# Hi from Ohio



## dbarry (Apr 18, 2014)

1st time bee-keeper. Getting my bees tomorrow. (2 packages.) So looking forward to learning more about bees. Got an observation hive built, but I think I'll start them in regular hives and move brood to observation hive when they get established. Look forward to learning from all of you.

Dave


----------



## MR2Bs (Jun 1, 2013)

Welcome Dave, good luck with your new packages. If you have any trouble or questions just ask some one here should be able to help you.


----------



## KQ6AR (May 13, 2008)

Welcome, from former lorain county guy.


----------



## ken rice (Apr 28, 2010)

Welcome


----------



## BeeMoose (Oct 19, 2013)

Hello and welcome to the forum from Southeast Ohio. I just installed my first two packages on Wednesday. Went well. Good luck with yours.


----------



## AmericasBeekeeper (Jan 24, 2010)

Welcome Dave!


----------



## drlonzo (Apr 15, 2014)

Welcome from down south of you in WV..


----------



## dbarry (Apr 18, 2014)

Thanks everybody. Bum news today, my bees wont be in for another two weeks. Heavy rains in GA keeping local supplier from picking them up.


----------



## ukewarrior (Jul 4, 2013)

I'm nearby in Dublin. Welcome !


----------



## BGhoney (Sep 26, 2007)

Welcome, There are often delays in beekeeping, weather is a huge factor. That may be part of the charm but I dont think so.


----------



## GaryG74 (Apr 9, 2014)

Welcome to Bee Source!


----------



## Mike Gillmore (Feb 25, 2006)

Welcome to BeeSource, and beekeeping. It looks like the spring blooms are about a week late this year, so you won't be too far behind with the delay in receiving your bees. 
I hope you have a great start and a very productive first year.


----------



## simplicitysarah (Apr 27, 2014)

Hello from Trumbull county, ohio!! new beekeeper here!! We just got 2 packages yesterday!!!


----------



## dbarry (Apr 18, 2014)

Thanks everybody! I got my packages this weekend. Installed on Saturday morning. Bought The Practical Beekeeper a couple weeks ago and did some serious cramming. Went top entrance, mediums, foundation-less, and mostly eight frames. My brother gave me 4 10-frame deeps that I cut down to medium. I chickened out on direct releasing them though. Checked on them tonight and took the cork out opposite the candy and hung both from frame. Calendar reminder to remove queen cage tomorrow! 

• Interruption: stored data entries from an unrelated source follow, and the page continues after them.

/** Readings held back (suspected outliers, or readings waiting for a self-heating step). */
const SUSPECT_RUN = 3; // this many consecutive same-side deviations are a real change, not spikes
const SHORT_FIT = 24; // readings in the outlier predictor
const RESIDUAL_RING = 31;
const HOLD_CAPACITY = 256;
const PRE_CAPACITY = 128;
/** absolute floor of the outlier scale: bridge resolution is of order 0.1 µK (common practice) */
const NOISE_FLOOR_KELVIN = 1e-7;
const BLOCK_CAPACITY = 512;
const MIN_BLOCKS = 8;
/** below the expected value by more than this the liquid counts as undercooled (K) */
const UNDERCOOL_MARGIN_KELVIN = 0.005;

interface PlateauFigures {
	valueKelvin: number | null;
	slope: LineFit | null;
	quadraticRemainingS: number | null;
}

export interface PlateauTracker {
	push(t: number, kelvin: number, currentMilliAmp?: number): TrackerSnapshot;
	snapshot(): TrackerSnapshot;
	toJSON(): TrackerJSON;
	/** sizes of the internal buffers (for the bounded-memory check) */
	bufferSizes(): Record<string, number>;
}

export interface TrackerJSON {
	version: 1;
	options: TrackerOptions;
	pushes: { t: number; kelvin: number; currentMilliAmp: number | null }[];
}

export function createPlateauTracker(options: TrackerOptions): PlateauTracker {
	return new Tracker(options);
}

/**
 * Rebuilds a tracker from `toJSON()` output. The saved form is the bounded tail of readings the
 * tracker still needs, replayed through a fresh tracker; counters older than that tail restart.
 */
export function restorePlateauTracker(json: TrackerJSON): PlateauTracker {
	const tr = new Tracker(json.options);
	for (const p of json.pushes) tr.push(p.t, p.kelvin, p.currentMilliAmp ?? undefined);
	return tr;
}
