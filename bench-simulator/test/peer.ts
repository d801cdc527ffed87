// A loopback test peer that speaks docs/ingest-protocol.md (server side) closely enough to test the
// instrument client against: in-memory store, dedup by seq, group-commit acks, scripted failures.
// Test support only; the product's ingest lives in src/lib/server.

import { createServer, type IncomingMessage, type ServerResponse } from 'node:http';
import type { AddressInfo, Socket } from 'node:net';
import { WebSocketServer, type WebSocket } from 'ws';

export interface Stored {
	seq: number;
	timeMs: number;
	ratio: number;
	currentMilliAmp: number;
	channel?: number;
}

export type ScriptedResponse = { status: number; retryAfterS?: number; body?: unknown } | 'destroy';

export interface PeerOptions {
	token: string;
	runId?: string;
	/** Responses for the first POSTs, in order; after that the peer behaves. */
	postScript?: ScriptedResponse[];
	/** Response for GET /api/v1/bench/run calls, in order (then normal). */
	getScript?: ScriptedResponse[];
	/** Terminate the first WebSocket connection after it has received this many readings. */
	dropWsAfterReadings?: number;
	/** Delay of the "group commit" before an ack, ms. */
	commitDelayMs?: number;
}

const bad = (field: string, value: unknown, reason: string) => ({ field, value: value === undefined ? null : value, reason });

export function validateReading(r: Record<string, unknown>): { field: string; value: unknown; reason: string }[] {
	const errs = [];
	if (!Number.isInteger(r.seq) || (r.seq as number) < 0) errs.push(bad('seq', r.seq, 'must be an integer ≥ 0'));
	if (!Number.isInteger(r.timeMs)) errs.push(bad('timeMs', r.timeMs, 'must be an integer'));
	if (typeof r.ratio !== 'number' || !Number.isFinite(r.ratio) || r.ratio <= 0) errs.push(bad('ratio', r.ratio, 'must be a finite number > 0'));
	if (typeof r.currentMilliAmp !== 'number' || !(r.currentMilliAmp > 0 && r.currentMilliAmp <= 50)) errs.push(bad('currentMilliAmp', r.currentMilliAmp, 'must be > 0 and ≤ 50'));
	if (r.channel !== undefined && !(Number.isInteger(r.channel) && (r.channel as number) >= 0 && (r.channel as number) <= 63)) errs.push(bad('channel', r.channel, 'must be 0–63'));
	return errs;
}

export class TestPeer {
	readonly stored = new Map<number, Stored>();
	/** How many times each seq arrived at all (stored, duplicate or re-sent). */
	readonly arrivals = new Map<number, number>();
	readonly posts: { body: string; status: number; atMs: number; seqs: number[] }[] = [];
	readonly gets: { status: number; atMs: number }[] = [];
	readonly wsRejected: number[] = [];
	readonly violations: string[] = [];
	wsConnections = 0;
	duplicates = 0;
	private readonly server = createServer((req, res) => void this.http(req, res));
	private readonly wss = new WebSocketServer({ noServer: true, maxPayload: 256 * 1024 });
	private readonly sockets = new Set<Socket>();
	private wsDropped = false;
	url = '';

	constructor(private readonly o: PeerOptions) {
		this.server.on('connection', (s) => {
			this.sockets.add(s);
			s.on('close', () => this.sockets.delete(s));
		});
		this.server.on('upgrade', (req, socket, head) => this.upgrade(req, socket as Socket, head));
	}

	get runId() {
		return this.o.runId ?? 'run-test-1';
	}
	get highestDurableSeq(): number {
		let h = -1;
		for (const k of this.stored.keys()) if (k > h) h = k;
		return h;
	}

	async start(): Promise<string> {
		await new Promise<void>((r) => this.server.listen(0, '127.0.0.1', r));
		this.url = `http://127.0.0.1:${(this.server.address() as AddressInfo).port}`;
		return this.url;
	}

	async stop(): Promise<void> {
		for (const c of this.wss.clients) c.terminate();
		for (const s of this.sockets) s.destroy();
		await new Promise<void>((r) => this.server.close(() => r()));
	}

	private authorized(req: IncomingMessage): boolean {
		return req.headers.authorization === `Bearer ${this.o.token}`;
	}

	private send(res: ServerResponse, status: number, body: unknown, headers: Record<string, string> = {}) {
		res.writeHead(status, { 'content-type': 'application/json', ...headers });
		res.end(JSON.stringify(body));
	}

	private scripted(res: ServerResponse, s: ScriptedResponse): number {
		if (s === 'destroy') {
			res.socket?.destroy();
			return 0;
		}
		this.send(res, s.status, s.body ?? { error: { code: `http_${s.status}`, message: 'scripted' } }, s.retryAfterS !== undefined ? { 'retry-after': String(s.retryAfterS) } : {});
		return s.status;
	}

	private store(r: Stored): 'stored' | 'duplicate' {
		this.arrivals.set(r.seq, (this.arrivals.get(r.seq) ?? 0) + 1);
		if (this.stored.has(r.seq)) {
			this.duplicates++;
			return 'duplicate';
		}
		this.stored.set(r.seq, r);
		return 'stored';
	}

	private async http(req: IncomingMessage, res: ServerResponse) {
		const chunks: Buffer[] = [];
		for await (const c of req) chunks.push(c as Buffer);
		const text = Buffer.concat(chunks).toString();
		const now = Date.now();
		if (req.method === 'GET' && req.url === '/api/v1/bench/run') {
			const s = this.o.getScript?.shift();
			if (s) return void this.gets.push({ status: this.scripted(res, s), atMs: now });
			if (!this.authorized(req)) {
				this.gets.push({ status: 401, atMs: now });
				return this.send(res, 401, { error: { code: 'invalid_token', message: 'bad or missing token' } });
			}
			this.gets.push({ status: 200, atMs: now });
			return this.send(res, 200, { benchId: 'bench-1', runId: this.runId, state: 'recording', highestDurableSeq: this.highestDurableSeq });
		}
		const m = /^\/api\/v1\/runs\/([^/]+)\/readings$/.exec(req.url ?? '');
		if (req.method === 'POST' && m) {
			let seqs: number[] = [];
			let parsed: { readings?: Record<string, unknown>[] } | null = null;
			try {
				parsed = JSON.parse(text);
				seqs = (parsed!.readings ?? []).map((r) => r.seq as number);
			} catch {
				parsed = null;
			}
			const record = (status: number) => this.posts.push({ body: text, status, atMs: now, seqs });
			const s = this.o.postScript?.shift();
			if (s) return record(this.scripted(res, s));
			if (!this.authorized(req)) {
				record(401);
				return this.send(res, 401, { error: { code: 'invalid_token', message: 'bad or missing token' } });
			}
			if (m[1] !== this.runId) {
				record(404);
				return this.send(res, 404, { error: { code: 'not_found', message: 'no such run' } });
			}
			if (!parsed || !Array.isArray(parsed.readings)) {
				record(400);
				return this.send(res, 400, { error: { code: 'bad_request', message: 'not JSON' } });
			}
			const details = parsed.readings.flatMap((r, index) => validateReading(r).map((e) => ({ index, seq: r.seq, ...e })));
			if (details.length) {
				record(422);
				return this.send(res, 422, { error: { code: 'invalid_readings', message: `${details.length} invalid`, details } });
			}
			const h0 = this.highestDurableSeq;
			let accepted = 0, duplicates = 0;
			for (const r of parsed.readings) {
				if ((r.seq as number) <= h0 && !this.stored.has(r.seq as number)) this.violations.push(`seq ${r.seq} below the durable mark but never stored`);
				if (this.store(r as unknown as Stored) === 'stored') accepted++;
				else duplicates++;
			}
			record(200);
			return this.send(res, 200, { accepted, duplicates, highestDurableSeq: this.highestDurableSeq });
		}
		this.send(res, 404, { error: { code: 'not_found', message: 'no route' } });
	}

	private upgrade(req: IncomingMessage, socket: Socket, head: Buffer) {
		const u = new URL(req.url ?? '', 'http://x');
		const refuse = (status: number, code: string) => {
			const body = JSON.stringify({ error: { code, message: code } });
			socket.end(`HTTP/1.1 ${status} Refused\r\ncontent-type: application/json\r\ncontent-length: ${Buffer.byteLength(body)}\r\nconnection: close\r\n\r\n${body}`);
		};
		if (u.pathname !== '/ws/v1/ingest') return refuse(404, 'not_found');
		if (!this.authorized(req)) return refuse(401, 'invalid_token');
		if (u.searchParams.get('runId') !== this.runId) return refuse(404, 'not_found');
		this.wss.handleUpgrade(req, socket, head, (ws) => this.connection(ws));
	}

	private connection(ws: WebSocket) {
		this.wsConnections++;
		const first = this.wsConnections === 1;
		const hello = this.highestDurableSeq;
		const seen = new Set<number>();
		let received = 0;
		let commitTimer: NodeJS.Timeout | null = null;
		ws.send(JSON.stringify({ type: 'hello', runId: this.runId, highestDurableSeq: hello }));
		ws.on('message', (data) => {
			const f = JSON.parse(data.toString()) as { type: string; readings?: Record<string, unknown>[] } & Record<string, unknown>;
			const list = f.type === 'readings' ? (f.readings ?? []) : f.type === 'reading' ? [f] : [];
			for (const r of list) {
				const seq = r.seq as number;
				if (seq <= hello) this.violations.push(`seq ${seq} re-sent after hello acknowledged ${hello}`);
				if (seen.has(seq)) this.violations.push(`seq ${seq} sent twice on one connection`);
				seen.add(seq);
				const errors = validateReading(r);
				if (errors.length) {
					this.wsRejected.push(seq);
					ws.send(JSON.stringify({ type: 'rejected', seq, errors }));
					continue;
				}
				this.store(r as unknown as Stored);
				received++;
			}
			if (first && !this.wsDropped && this.o.dropWsAfterReadings !== undefined && received >= this.o.dropWsAfterReadings) {
				this.wsDropped = true;
				ws.terminate(); // server-side disconnect before the pending commit is acked
				return;
			}
			commitTimer ??= setTimeout(() => {
				commitTimer = null;
				if (ws.readyState === ws.OPEN) ws.send(JSON.stringify({ type: 'ack', highestDurableSeq: this.highestDurableSeq }));
			}, this.o.commitDelayMs ?? 20);
		});
	}
}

The biggest kick I got out of the whole adventure was my 13 year old daughter's interest in them. She took a picture of one of the escapee's drinking syrup off her finger. She asked to suit up and help me install them. That was big fun.


----------



## KQ6AR (May 13, 2008)

Wait 3 days to see if she has been released, if not you can consider letting her out if the bees aren't aggressive towards her.


----------